TEXAS COURT OF APPEALS, THIRD DISTRICT, AT AUSTIN

NO. 03-24-00089-CV

Langston B. Williams Jr. and Magnolia Christian Church, Appellants

v.

Rex Bowers, Appellee

FROM THE 353RD DISTRICT COURT OF TRAVIS COUNTY NO. D-1-GN-20-004835, THE HONORABLE LAURIE EISERLOH, JUDGE PRESIDING

MEMORANDUM OPINION

Appellants, Magnolia Christian Church and Langston B. Williams, Jr., appeal

from the district court’s final judgment awarding specific performance of contracts for the sale of

real property to Rex Bowers. In two issues, Appellants argue that the final judgment should be

reversed because (1) Bowers’s breach-of-contract claim is barred by limitations and (2) it was

error to award specific performance for a variety of additional reasons. We will affirm.

BACKGROUND

Magnolia Christian Church is a church in San Antonio, Texas.

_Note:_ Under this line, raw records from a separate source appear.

"""Metered automatic exposure (relview.imaging.exposure, render.metering).

Outside references: Reinhard, Stark, Shirley and Ferwerda, "Photographic Tone
Reproduction for Digital Images", SIGGRAPH 2002, eqs. 1-2 (log-average luminance
placed at the key a = 0.18, middle grey); the highlight guard of at most 1 % clipped
metered pixels is our own rule (common practice: highlight-weighted metering);
IEC 61966-2-1 (sRGB matrix: a D65 grey of luminance Y has all channels Y).
"""

from __future__ import annotations

import numpy as np
import pytest

from relview.errors import SceneError
from relview.imaging import exposure
from relview.renderer import lamp_pixels, render
from tests.conftest import dict_scene

# D65 white point x = 0.3127, y = 0.3290 (IEC 61966-2-1 / CIE 15) as XYZ with Y = 1
D65_XYZ = np.array([0.3127 / 0.3290, 1.0, (1.0 - 0.3127 - 0.3290) / 0.3290])


def grey_image(y: np.ndarray) -> np.ndarray:
    return D65_XYZ * np.asarray(y, float)[..., None]


# ------------------------------------------------------------------ the statistic


def test_key_places_log_average_at_middle_grey():
    # Reinhard et al. 2002 eq. 1: Lavg = exp(mean(ln L)); eq. 2 maps Lavg to a = 0.18.
    # Half the pixels at 1 cd/m2, half at 4: Lavg = 2, so W = 2 / 0.18; the guard (the
    # 99th-percentile order statistic, 4 cd/m2) is lower.
    y = np.array([1.0, 4.0] * 50)
    assert exposure.auto_white(y) == pytest.approx(2.0 / 0.18, rel=1e-12)
    assert exposure.METERING_KEY == 0.18


def test_guard_uses_the_brightest_channel():
    # A saturated red pixel clips in R before its luminance reaches white: linear sRGB
    # (50, 0, 0) has luminance 50 * 0.2126 = 10.63 (IEC 61966-2-1). 97 D65 greys at
    # 1 cd/m2 and 3 such reds (3 % > 1 %): the key gives 10.63**0.03 / 0.18 = 5.96; the
    # guard, on the brightest channel, lifts W to 50 so that R <= 1. On luminance alone
    # it would stop at 10.63 and the reds would clip.
    from relview.light.spectrum import linear_srgb_to_xyz

    red = np.asarray(linear_srgb_to_xyz(np.array([[50.0, 0.0, 0.0]])))[0]
    assert red[1] == pytest.approx(50.0 * 0.2126, rel=1e-3)
    img = grey_image(np.ones(100))
    img[:3] = red
    white = exposure.exposure_white(img.reshape(10, 10, 3), None, "auto")
    assert white == pytest.approx(50.0, rel=1e-6)
    assert exposure.clipped_fraction(exposure.expose(img, white)) == 0.0


def test_lamps_are_left_out_and_may_clip():
    # 96 % of the lit pixels a D65 grey of 10 cd/m2, 4 % a lamp at 1e6 cd/m2 (the case
    # of the issue: a lamp sphere covering about 4 % of the lit pixels).
    y = np.full((10, 10), 10.0)
    lamps = np.zeros((10, 10), bool)
    lamps[:2, :2] = True
    y[lamps] = 1e6
    img = grey_image(y)
    lit = np.ones((10, 10), bool)
    white = exposure.exposure_white(img, lit, "auto", lamps)
    assert white == pytest.approx(10.0 / 0.18, rel=1e-12)
    image = exposure.expose(img, white)
    assert exposure.clipped_fraction(image, lit & ~lamps) == 0.0
    assert exposure.clipped_fraction(image, lamps) == 1.0
    # without the lamp mask the lamp is metered and the guard lifts W to it: the grey
    # surface would sit 1e5 below white
    assert exposure.exposure_white(img, lit, "auto") == pytest.approx(1e6, rel=1e-12)


def test_lamps_only_are_metered_themselves():
    img = grey_image(np.full((4, 4), 300.0))
    lamps = np.ones((4, 4), bool)
    pixels, what = exposure.metered_pixels(None, lamps)
    assert what == "lamp" and pixels.all()
    assert exposure.exposure_white(img, None, "auto", lamps) == pytest.approx(300.0 / 0.18)


def test_lock_pools_non_lamp_pixels_over_frames():
    a = grey_image(np.full((3, 3), 10.0))
    b = grey_image(np.full((3, 3), 40.0))
    lamp_b = np.zeros((3, 3), bool)
    lamp_b[0, 0] = True
    b[0, 0] = D65_XYZ * 1e9
    lock = exposure.ExposureLock("auto")
    white = lock.lock_from([a, b], None, [None, lamp_b])
    # log-average of 9 pixels at 10 and 8 at 40 cd/m2, the lamp left out
    want = np.exp((9 * np.log(10.0) + 8 * np.log(40.0)) / 17) / 0.18
    assert white == pytest.approx(want, rel=1e-12)
    with pytest.raises(ValueError, match="lamp masks"):
        exposure.ExposureLock("auto").lock_from([a, b], None, [None])


def test_clipped_fraction_counts_channels_above_one():
    image = np.zeros((2, 2, 3))
    image[0, 0] = (1.5, 0.2, 0.2)  # one channel over
    image[0, 1] = (1.0, 1.0, 1.0)  # exactly white: not clipped
    assert exposure.clipped_fraction(image) == 0.25
    assert exposure.clipped_fraction(image, np.array([[True, False], [False, False]])) == 1.0
    assert exposure.clipped_fraction(image, np.zeros((2, 2), bool)) == 0.0


# ------------------------------------------------------------------ in a rendered scene

CAMERA = {"position": [0.0, 0.0, 0.0], "look_at": [0.0, 10.0, 0.0], "fov": 60.0}
WALL = {
    "name": "wall",
    "shape": "plane",
    "size": [30.0, 30.0],
    "rotation": [90.0, 0.0, 0.0],
    "motion": {"position": [0.0, 10.0, 0.0]},
    "surface": {"color": [0.5, 0.5, 0.5], "lamp": "D65", "luminance": 100.0},
}
BULB = {
    "name": "bulb",
    "shape": "sphere",
    "radius": 0.7,
    "motion": {"position": [0.0, 5.0, 0.0]},
    "surface": {"blackbody": 6000.0},
}


def lamp_scene(**render):
    return dict_scene(CAMERA, [WALL, BULB], render={"resolution": [64, 48], **render})


def test_render_meters_the_wall_not_the_lamp():
    scene = lamp_scene()
    frame = render(scene)
    body = frame.layers["body"]
    lamps = lamp_pixels(scene, body, frame.layers["rest_position"])
    assert np.array_equal(lamps, body == 1)  # the blackbody sphere, nothing else
    share = lamps.mean()
    assert 0.02 < share < 0.08  # the bulb covers a few % of the frame
    wall_y = frame.layers["xyz"][..., 1][body == 0]
    # the uniform wall sits at middle grey (Reinhard et al. 2002 key 0.18)
    assert np.median(wall_y) / frame.white == pytest.approx(0.18, rel=1e-6)
    meta = frame.metadata
    assert meta["metering"] == "frame: non-lamp pixels metered"
    assert float(meta["clipped_fraction"]) == 0.0
    assert float(meta["clipped_fraction_lamps"]) > 0.9  # a 6000 K lamp burns out


def test_metering_one_named_body_and_fixed_exposure():
    frame = render(lamp_scene(metering="body", metering_body="bulb"))
    # the named body is a lamp and nothing else is in its region: it is metered itself
    assert frame.metadata["metering"] == "body bulb: lamp pixels metered"
    bulb_y = frame.layers["xyz"][..., 1][frame.layers["body"] == 1]
    assert np.exp(np.mean(np.log(bulb_y))) / frame.white <= 0.18 * (1 + 1e-9)
    fixed = render(lamp_scene(exposure=50.0))
    assert fixed.white == 50.0 and fixed.metadata["metering"] == "none (fixed white)"


@pytest.mark.parametrize(
    "render_table, match",
    [
        (
            {"metering": "spot"},
            r"\[render\] metering.*did you mean|Choose one of: frame, bodies, body",
        ),
        ({"metering": "body"}, r"needs metering_body"),
        ({"metering": "body", "metering_body": "bulbb"}, r'metering_body.*did you mean "bulb"'),
        ({"metering_body": "bulb"}, r'goes with metering = "body"'),
        ({"metering": 3}, r"expected a string"),
    ],
)
def test_metering_keys_are_validated(render_table, match):
    with pytest.raises(SceneError, match=match):
        lamp_scene(**render_table)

Langston Williams is the Church’s pastor. Although they are based in San Antonio, Appellants

own real property on East 12th Street in the McKinley Heights neighborhood of Austin, Texas.

Specifically, they own land and improvements at 3000 East 12th Street, 3002—3004 East 12th Street, and 3008 East 12th Street (the Properties). In 2012, Appellants listed the Properties for

sale, and they eventually received offers from an Austin-based real-estate investor, Rex Bowers.

In March 2013, the parties executed three form contracts for the sale of the

Properties for a total price of $434,500.00 (the Contracts). 1 Each contract made the closing of

the subject transaction contingent on the closing of the other transactions. The Contracts include

four provisions relevant to this appeal.

First, there is Paragraph 6A, entitled “Title Policy,” which required Appellants to

buy title insurance to protect Bowers against losses from defects in title and confirm their right to

sell the Properties. Paragraph 6A provides in relevant part:

Seller shall furnish to Buyer at Seller’s expense an owner policy of title insurance (Title Policy) issued by Independence Title (Title Company) in the amount of the Sales Price, dated at or after closing, insuring Buyer against loss under the provisions of the Title Policy, subject to the promulgated exclusions (including existing building and zoning ordinances) and [eight standard listed] exceptions.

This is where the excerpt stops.